I'd have thought putting a brake on the incoming data stream so it (say) only samples the data 10 times a second - not a thousand or whatever - should do the trick, but since NI are onto it I'll leave my ill-informed ideas to myself. NI did say that they have no recommendation for a workround. Honest of them, I guess.


----------



## Pietro (Nov 13, 2014)

This update is just pure magic.

Magic, as in "it didn't install, but it uninstalled itself instead, without asking" :D.

- Piotr


----------



## gpax (Nov 13, 2014)

- fixed a crash quickly opening and closing the GUI which occurred 
with various DAWs...

Glory hallelujah, can I get a shout-out? Amen.

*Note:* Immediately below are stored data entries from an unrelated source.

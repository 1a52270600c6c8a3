// ESLint for the whole tree (`npm run lint`, part of `npm test`): typescript-eslint's recommended rules,
// the React hooks rules for renderer/, and the import boundaries of DEVELOPERS.md ("Layering"), which
// tests/project/layering.test.ts checks as well. Every disabled rule below says why.
import tseslint from "typescript-eslint";
import reactHooks from "eslint-plugin-react-hooks";

const NODE_BUILTINS = [
  "node:*",
  "fs",
  "fs/*",
  "path",
  "os",
  "child_process",
  "worker_threads",
  "http",
  "https",
  "net",
  "crypto",
  "url",
];

/** Imports core/ (outside core/cli/) may not make: Node, the UI, Electron, the command-line adapter. */
const CORE_FORBIDDEN = [
  { group: NODE_BUILTINS, message: "core/ is pure: Node belongs in core/cli/ (see DEVELOPERS.md, Layering)." },
  {
    group: [
      "three",
      "three/*",
      "d3",
      "d3-selection",
      "react",
      "react/*",
      "react-dom",
      "react-dom/*",
      "electron",
      "playwright-core",
    ],
    message: "core/ is pure: no UI, Electron or browser driving.",
  },
  { group: ["**/renderer/**", "**/electron/**"], message: "core/ imports only core/." },
  { group: ["**/cli", "**/cli/**"], message: "core/cli is the Node adapter: nothing else in core/ imports it." },
];

export default tseslint.config(
  {
    ignores: [
      "node_modules/**",
      "dist/**",
      "release/**",
      "test-artifacts/**",
      "**/*.d.mts",
      "tests/mutation/.stryker-tmp/**",
      "tests/mutation/.reports/**",
    ],
  },
  {
    files: ["**/*.{ts,tsx,mts,mjs,cjs}"],
    extends: [tseslint.configs.recommended],
    linterOptions: { reportUnusedDisableDirectives: "error" },
    rules: {
      // A few of ESLint's own rules (its recommended set is a separate package we do not install).
      "no-control-regex": "error",
      "no-debugger": "error",
      "no-empty": ["error", { allowEmptyCatch: false }],
      "no-fallthrough": "error",
      // No silent catch: a failure reaches the user or the log (DEVELOPERS.md).
      "no-restricted-syntax": [
        "error",
        {
          selector:
            "CallExpression[callee.property.name='catch'] > :matches(ArrowFunctionExpression, FunctionExpression)[body.type='BlockStatement'][body.body.length=0]",
          message:
            "No silent catch: report the failure to the user or the log, or say in a comment why it is safe to drop.",
        },
      ],
      // Unused names are errors, except a leading underscore that marks a value deliberately dropped
      // (`{ path: _path, ...rest }`).
      "@typescript-eslint/no-unused-vars": [
        "error",
        {
          argsIgnorePattern: "^_",
          varsIgnorePattern: "^_",
          destructuredArrayIgnorePattern: "^_",
          caughtErrors: "none",
        },
      ],
    },
  },
  {
    files: ["tests/**/*.{ts,tsx}"],
    rules: {
      // Hostile-input and contract tests hand deliberately ill-typed values to the parsers; `any` is how
      // such a value gets past the compiler. Production code keeps the rule.
      "@typescript-eslint/no-explicit-any": "off",
    },
  },
  {
    files: ["**/*.cjs"],
    rules: {
      // CommonJS config files (electron-builder) are loaded with require by their tools.
      "@typescript-eslint/no-require-imports": "off",
    },
  },
  {
    files: ["renderer/**/*.{ts,tsx}"],
    plugins: { "react-hooks": reactHooks },
    rules: {
      // The classic hooks rules. The plug-in's React Compiler rules (refs, set-state-in-effect, purity, …)
      // are not enabled: the app is not compiled with the React Compiler, and those rules ask for a
      // different state design (no refs read during render) that is its own change.
      "react-hooks/rules-of-hooks": "error",
      "react-hooks/exhaustive-deps": "error",
      "no-restricted-imports": [
        "error",
        {
          patterns: [
            { group: NODE_BUILTINS, message: "renderer/ runs in the browser: no Node." },
            { group: ["**/core/cli", "**/core/cli/**"], message: "core/cli is the Node adapter." },
            {
              group: ["**/electron/**", "!**/electron/contract", "!**/electron/csp"],
              message: "renderer/ reaches the host only through renderer/platform and electron/contract.ts (types).",
            },
          ],
        },
      ],
    },
  },
  {
    // The renderer's build configuration runs in Node, not in the browser.
    files: ["renderer/vite.config.ts"],
    rules: { "no-restricted-imports": "off" },
  },
  {
    files: ["core/**/*.ts"],
    ignores: ["core/cli/**"],
    rules: { "no-restricted-imports": ["error", { patterns: CORE_FORBIDDEN }] },
  },
  {
    files: ["core/cli/**/*.{ts,mjs}"],
    rules: {
      "no-restricted-imports": [
        "error",
        {
          patterns: [
            {
              group: ["**/renderer/**", "**/electron/**"],
              message: "The command line uses core/ and core/cli/node/ only.",
            },
          ],
        },
      ],
    },
  },
  {
    files: ["electron/**/*.{ts,mjs}"],
    rules: {
      "no-restricted-imports": [
        "error",
        {
          patterns: [
            { group: ["**/renderer/**"], message: "electron/ never imports the renderer." },
            {
              regex: "(^|/)core/(?!cli/node(/|$))",
              allowTypeImports: true,
              message:
                "electron/ imports core for types only (physics runs in the renderer's worker); file I/O comes from core/cli/node/.",
            },
          ],
        },
      ],
    },
  },
);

What an ordeal it has been waiting for this: I’m now pushing things to try to reproduce the crash I’ve seen hundreds, if not thousands of times. So far, all seems to be fixed, and stable, after a long year of modifying my workflow around this. 

The frustration of hearing only a few users report the same, as well as having NI basically tell me they could not validate this at one point last year, has been frustrating. But I’ll stop there and simply take the fixes gratefully. I was not crazy, after all. 

For me, it underscores a larger discussion about how beholden we are to one piece of software for so much, and yet how we are at the mercy of an elusive process for feedback and eventual fixes (for both developers and end-users, as well). Nevertheless, issues are being resolved with this release, and, as is the nature of software development, validation of known issues sometimes comes in the form of the actual fix. 

Hopefully others are as relieved as I am right now. 

gpax


----------